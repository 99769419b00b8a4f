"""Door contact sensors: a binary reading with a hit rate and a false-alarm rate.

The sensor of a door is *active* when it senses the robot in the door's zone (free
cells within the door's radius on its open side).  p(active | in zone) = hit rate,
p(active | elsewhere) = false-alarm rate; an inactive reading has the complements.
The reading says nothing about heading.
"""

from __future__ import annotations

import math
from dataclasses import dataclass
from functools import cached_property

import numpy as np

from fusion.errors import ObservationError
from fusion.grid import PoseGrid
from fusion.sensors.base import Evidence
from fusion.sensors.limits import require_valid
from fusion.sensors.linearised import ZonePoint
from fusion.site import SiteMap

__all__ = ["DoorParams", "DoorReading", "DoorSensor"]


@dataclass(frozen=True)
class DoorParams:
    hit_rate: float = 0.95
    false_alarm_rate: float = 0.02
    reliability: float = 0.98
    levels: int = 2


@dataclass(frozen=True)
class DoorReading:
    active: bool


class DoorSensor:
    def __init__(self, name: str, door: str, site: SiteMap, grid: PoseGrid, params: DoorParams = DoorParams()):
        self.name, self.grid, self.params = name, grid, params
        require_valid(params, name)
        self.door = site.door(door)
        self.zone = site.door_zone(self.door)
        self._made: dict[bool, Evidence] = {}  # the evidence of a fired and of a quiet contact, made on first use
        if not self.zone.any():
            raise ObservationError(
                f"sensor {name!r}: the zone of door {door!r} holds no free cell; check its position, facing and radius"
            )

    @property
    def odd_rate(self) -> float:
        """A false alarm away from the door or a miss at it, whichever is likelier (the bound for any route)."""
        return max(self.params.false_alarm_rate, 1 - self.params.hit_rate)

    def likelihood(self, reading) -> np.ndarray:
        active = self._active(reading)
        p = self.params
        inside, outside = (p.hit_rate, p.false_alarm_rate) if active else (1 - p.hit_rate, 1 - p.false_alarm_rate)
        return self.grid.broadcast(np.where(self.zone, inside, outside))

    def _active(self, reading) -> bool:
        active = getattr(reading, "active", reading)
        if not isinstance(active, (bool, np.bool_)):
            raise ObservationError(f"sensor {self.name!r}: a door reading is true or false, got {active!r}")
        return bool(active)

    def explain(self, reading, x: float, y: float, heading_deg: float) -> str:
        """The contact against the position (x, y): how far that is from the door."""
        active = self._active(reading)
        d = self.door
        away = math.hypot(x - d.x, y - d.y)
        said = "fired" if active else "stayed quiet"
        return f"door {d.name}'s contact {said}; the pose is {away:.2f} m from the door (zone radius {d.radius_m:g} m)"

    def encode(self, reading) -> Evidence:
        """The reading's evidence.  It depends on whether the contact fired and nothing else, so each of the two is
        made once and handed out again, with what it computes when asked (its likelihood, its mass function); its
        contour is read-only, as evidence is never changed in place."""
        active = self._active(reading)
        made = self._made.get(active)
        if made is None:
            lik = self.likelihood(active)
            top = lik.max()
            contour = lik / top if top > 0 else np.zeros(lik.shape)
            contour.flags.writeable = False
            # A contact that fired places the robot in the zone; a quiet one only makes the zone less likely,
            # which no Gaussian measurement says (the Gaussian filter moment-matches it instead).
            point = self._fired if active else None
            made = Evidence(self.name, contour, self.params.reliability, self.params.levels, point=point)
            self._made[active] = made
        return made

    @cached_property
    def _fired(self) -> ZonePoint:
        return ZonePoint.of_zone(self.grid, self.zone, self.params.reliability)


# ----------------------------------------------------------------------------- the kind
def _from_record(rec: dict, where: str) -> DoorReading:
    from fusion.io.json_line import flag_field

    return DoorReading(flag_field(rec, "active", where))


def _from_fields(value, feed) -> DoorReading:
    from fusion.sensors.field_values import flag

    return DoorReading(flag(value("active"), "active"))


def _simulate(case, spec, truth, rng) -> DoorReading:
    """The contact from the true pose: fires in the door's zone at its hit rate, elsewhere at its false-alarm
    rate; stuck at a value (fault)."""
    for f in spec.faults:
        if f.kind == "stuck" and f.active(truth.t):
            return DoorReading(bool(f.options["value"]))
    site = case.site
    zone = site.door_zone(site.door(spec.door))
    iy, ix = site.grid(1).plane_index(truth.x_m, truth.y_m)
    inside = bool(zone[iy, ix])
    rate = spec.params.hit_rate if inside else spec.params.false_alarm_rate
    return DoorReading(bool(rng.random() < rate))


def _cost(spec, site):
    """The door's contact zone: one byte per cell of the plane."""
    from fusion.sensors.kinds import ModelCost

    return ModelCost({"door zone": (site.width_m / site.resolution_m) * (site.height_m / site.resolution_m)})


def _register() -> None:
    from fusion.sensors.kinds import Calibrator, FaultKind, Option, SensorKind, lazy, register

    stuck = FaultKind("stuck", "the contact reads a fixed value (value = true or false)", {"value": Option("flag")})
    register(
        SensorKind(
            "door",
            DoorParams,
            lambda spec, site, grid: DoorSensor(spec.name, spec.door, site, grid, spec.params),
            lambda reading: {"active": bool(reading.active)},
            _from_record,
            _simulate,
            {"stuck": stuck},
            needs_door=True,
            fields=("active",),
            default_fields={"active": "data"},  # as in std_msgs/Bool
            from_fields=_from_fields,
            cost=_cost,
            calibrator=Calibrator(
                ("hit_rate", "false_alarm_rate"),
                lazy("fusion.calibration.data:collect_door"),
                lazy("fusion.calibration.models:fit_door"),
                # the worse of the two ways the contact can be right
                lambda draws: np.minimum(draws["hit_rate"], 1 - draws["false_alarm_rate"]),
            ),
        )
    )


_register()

----

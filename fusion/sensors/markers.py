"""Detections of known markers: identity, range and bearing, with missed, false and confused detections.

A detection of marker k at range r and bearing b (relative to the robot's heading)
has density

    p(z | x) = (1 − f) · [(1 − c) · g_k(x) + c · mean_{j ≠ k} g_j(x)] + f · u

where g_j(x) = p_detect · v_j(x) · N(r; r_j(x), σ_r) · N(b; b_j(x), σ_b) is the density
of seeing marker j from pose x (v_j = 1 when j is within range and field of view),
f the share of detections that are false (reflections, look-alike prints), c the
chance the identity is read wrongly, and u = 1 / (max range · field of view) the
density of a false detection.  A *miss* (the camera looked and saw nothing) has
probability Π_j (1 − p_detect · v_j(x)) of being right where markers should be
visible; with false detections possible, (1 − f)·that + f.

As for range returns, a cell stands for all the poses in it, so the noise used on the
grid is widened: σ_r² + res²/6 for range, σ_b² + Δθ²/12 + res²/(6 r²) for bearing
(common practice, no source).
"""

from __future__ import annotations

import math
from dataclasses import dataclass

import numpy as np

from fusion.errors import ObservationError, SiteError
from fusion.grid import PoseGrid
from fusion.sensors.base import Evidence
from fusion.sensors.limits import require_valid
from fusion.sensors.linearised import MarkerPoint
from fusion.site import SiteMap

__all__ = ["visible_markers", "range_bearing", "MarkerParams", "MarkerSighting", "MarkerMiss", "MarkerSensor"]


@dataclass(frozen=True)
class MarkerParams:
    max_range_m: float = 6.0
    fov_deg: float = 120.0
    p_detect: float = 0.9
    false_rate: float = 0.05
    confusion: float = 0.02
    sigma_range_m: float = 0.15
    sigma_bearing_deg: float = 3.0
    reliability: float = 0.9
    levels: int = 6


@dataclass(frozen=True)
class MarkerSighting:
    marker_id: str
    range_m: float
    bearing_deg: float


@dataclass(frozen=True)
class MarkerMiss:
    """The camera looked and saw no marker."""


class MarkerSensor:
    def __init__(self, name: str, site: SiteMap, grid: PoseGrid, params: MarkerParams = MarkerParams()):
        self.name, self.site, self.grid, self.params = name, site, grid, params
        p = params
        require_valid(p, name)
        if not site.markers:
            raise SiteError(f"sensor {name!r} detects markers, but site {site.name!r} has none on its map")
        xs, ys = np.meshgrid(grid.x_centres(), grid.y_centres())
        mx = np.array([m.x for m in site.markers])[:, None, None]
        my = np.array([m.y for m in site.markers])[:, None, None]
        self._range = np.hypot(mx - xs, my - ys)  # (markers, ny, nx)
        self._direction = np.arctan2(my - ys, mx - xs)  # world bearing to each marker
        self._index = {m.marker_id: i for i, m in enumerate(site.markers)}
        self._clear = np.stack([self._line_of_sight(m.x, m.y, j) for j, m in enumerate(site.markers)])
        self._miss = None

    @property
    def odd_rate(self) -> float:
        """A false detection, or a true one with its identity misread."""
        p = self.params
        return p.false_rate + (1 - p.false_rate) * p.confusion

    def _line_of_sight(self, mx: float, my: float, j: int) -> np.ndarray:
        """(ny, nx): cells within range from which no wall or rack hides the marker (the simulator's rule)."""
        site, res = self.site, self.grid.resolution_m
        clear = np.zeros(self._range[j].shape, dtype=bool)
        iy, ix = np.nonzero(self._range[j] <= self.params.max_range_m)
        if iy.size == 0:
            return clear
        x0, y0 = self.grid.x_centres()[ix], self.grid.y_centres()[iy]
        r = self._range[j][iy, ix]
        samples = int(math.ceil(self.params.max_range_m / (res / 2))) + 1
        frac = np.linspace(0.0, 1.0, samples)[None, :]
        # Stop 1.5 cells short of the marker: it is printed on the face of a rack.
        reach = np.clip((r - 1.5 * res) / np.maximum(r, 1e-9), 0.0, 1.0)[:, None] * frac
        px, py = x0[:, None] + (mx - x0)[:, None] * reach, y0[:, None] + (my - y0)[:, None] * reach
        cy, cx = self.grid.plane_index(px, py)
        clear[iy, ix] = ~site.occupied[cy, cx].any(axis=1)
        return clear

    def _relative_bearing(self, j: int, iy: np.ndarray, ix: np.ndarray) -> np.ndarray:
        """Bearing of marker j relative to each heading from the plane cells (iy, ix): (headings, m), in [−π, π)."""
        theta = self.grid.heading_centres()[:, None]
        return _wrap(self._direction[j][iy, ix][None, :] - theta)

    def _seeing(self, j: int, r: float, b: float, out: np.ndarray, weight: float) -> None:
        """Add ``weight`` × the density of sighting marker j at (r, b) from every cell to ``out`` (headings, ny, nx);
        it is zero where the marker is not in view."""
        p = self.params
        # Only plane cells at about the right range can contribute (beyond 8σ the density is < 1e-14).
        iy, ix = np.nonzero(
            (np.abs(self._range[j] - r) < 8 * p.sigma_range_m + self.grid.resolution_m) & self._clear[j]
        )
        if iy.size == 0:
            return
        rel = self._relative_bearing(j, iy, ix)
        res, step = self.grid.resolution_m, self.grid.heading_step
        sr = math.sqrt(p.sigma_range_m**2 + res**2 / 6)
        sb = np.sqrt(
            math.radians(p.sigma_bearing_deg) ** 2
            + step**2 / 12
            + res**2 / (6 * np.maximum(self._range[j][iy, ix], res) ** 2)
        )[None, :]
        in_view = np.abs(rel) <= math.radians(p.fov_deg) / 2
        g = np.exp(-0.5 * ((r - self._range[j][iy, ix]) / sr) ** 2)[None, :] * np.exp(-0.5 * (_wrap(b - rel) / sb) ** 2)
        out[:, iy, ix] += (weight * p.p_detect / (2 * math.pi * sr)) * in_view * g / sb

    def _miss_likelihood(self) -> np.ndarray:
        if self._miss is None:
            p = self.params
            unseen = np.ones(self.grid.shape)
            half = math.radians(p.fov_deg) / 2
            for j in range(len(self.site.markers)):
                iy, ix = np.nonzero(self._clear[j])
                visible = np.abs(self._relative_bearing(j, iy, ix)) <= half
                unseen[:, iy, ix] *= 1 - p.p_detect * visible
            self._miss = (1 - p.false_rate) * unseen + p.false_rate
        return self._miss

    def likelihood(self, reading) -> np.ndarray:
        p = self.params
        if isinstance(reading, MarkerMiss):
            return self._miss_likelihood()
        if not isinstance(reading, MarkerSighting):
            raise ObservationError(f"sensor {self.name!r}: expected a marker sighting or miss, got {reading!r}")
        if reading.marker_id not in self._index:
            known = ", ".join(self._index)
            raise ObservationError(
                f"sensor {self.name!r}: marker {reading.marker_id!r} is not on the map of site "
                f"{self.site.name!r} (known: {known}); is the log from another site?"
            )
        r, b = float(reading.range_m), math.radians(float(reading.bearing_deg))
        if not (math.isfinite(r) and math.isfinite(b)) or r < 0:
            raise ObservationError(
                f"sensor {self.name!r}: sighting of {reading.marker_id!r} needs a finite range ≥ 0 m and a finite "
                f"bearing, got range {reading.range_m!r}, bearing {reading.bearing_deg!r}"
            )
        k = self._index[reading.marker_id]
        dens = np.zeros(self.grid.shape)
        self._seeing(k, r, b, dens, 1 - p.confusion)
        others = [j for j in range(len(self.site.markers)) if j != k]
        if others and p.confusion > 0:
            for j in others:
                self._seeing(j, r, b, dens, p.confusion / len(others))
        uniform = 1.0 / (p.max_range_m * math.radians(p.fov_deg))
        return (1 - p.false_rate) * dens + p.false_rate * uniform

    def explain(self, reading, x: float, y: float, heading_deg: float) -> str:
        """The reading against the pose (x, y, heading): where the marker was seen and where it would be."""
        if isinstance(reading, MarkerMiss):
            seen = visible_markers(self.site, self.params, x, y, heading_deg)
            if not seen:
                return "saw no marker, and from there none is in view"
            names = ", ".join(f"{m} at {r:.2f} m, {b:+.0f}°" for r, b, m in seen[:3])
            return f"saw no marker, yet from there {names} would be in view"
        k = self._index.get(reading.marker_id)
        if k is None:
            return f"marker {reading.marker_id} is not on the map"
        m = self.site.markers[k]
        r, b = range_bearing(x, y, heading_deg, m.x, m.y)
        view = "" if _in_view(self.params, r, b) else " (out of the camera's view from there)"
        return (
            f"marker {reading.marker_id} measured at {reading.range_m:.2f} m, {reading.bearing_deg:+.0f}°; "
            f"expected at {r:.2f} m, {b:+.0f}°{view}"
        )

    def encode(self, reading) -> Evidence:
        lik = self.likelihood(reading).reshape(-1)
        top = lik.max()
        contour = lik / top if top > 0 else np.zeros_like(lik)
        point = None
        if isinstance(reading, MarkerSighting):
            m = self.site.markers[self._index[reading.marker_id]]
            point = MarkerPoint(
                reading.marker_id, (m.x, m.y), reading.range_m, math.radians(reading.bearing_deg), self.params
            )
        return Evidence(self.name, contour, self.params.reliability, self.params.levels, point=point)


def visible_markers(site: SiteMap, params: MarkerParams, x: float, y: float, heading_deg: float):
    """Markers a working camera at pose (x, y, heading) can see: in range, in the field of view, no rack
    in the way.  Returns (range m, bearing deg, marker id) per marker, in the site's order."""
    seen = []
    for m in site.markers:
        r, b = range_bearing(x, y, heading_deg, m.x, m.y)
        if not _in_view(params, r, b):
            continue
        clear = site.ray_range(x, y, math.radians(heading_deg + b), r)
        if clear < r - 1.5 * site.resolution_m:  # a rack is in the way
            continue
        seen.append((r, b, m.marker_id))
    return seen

----

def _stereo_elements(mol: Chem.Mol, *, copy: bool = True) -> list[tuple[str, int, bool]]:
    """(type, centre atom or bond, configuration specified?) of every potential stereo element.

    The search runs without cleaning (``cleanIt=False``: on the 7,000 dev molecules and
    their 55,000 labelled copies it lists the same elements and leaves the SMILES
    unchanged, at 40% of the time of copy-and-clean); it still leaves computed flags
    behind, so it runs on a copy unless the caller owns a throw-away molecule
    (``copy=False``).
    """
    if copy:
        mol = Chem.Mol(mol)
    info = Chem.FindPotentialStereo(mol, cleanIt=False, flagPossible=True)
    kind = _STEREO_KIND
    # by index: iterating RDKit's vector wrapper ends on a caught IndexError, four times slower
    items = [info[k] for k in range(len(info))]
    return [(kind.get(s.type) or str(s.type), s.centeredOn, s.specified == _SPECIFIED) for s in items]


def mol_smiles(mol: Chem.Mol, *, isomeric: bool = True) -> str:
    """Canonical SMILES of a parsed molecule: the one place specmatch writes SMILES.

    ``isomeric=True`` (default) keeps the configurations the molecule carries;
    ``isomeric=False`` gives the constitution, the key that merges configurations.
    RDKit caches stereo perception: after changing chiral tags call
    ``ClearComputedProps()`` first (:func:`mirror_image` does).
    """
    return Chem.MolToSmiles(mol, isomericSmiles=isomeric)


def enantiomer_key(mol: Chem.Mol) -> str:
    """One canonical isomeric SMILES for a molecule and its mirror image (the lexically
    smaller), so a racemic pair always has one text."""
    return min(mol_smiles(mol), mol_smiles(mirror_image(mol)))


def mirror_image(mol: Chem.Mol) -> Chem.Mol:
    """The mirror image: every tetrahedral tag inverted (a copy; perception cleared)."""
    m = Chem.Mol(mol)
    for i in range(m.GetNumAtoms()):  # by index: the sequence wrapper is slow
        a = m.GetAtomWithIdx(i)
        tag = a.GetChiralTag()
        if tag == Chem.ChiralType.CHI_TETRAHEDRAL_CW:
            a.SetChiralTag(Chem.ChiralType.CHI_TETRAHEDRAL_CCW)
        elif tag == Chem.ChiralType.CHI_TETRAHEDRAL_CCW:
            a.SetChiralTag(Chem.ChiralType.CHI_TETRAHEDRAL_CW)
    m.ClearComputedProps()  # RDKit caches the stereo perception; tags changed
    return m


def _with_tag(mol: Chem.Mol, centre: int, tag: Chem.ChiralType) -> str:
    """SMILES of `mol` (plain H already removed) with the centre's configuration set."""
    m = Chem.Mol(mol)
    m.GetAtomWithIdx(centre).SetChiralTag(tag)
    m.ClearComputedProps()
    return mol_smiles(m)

----

After reading the records above, work out how many lines contain "contour" and give that number only.

- [OUTPUT OF THE EXERCISE]
6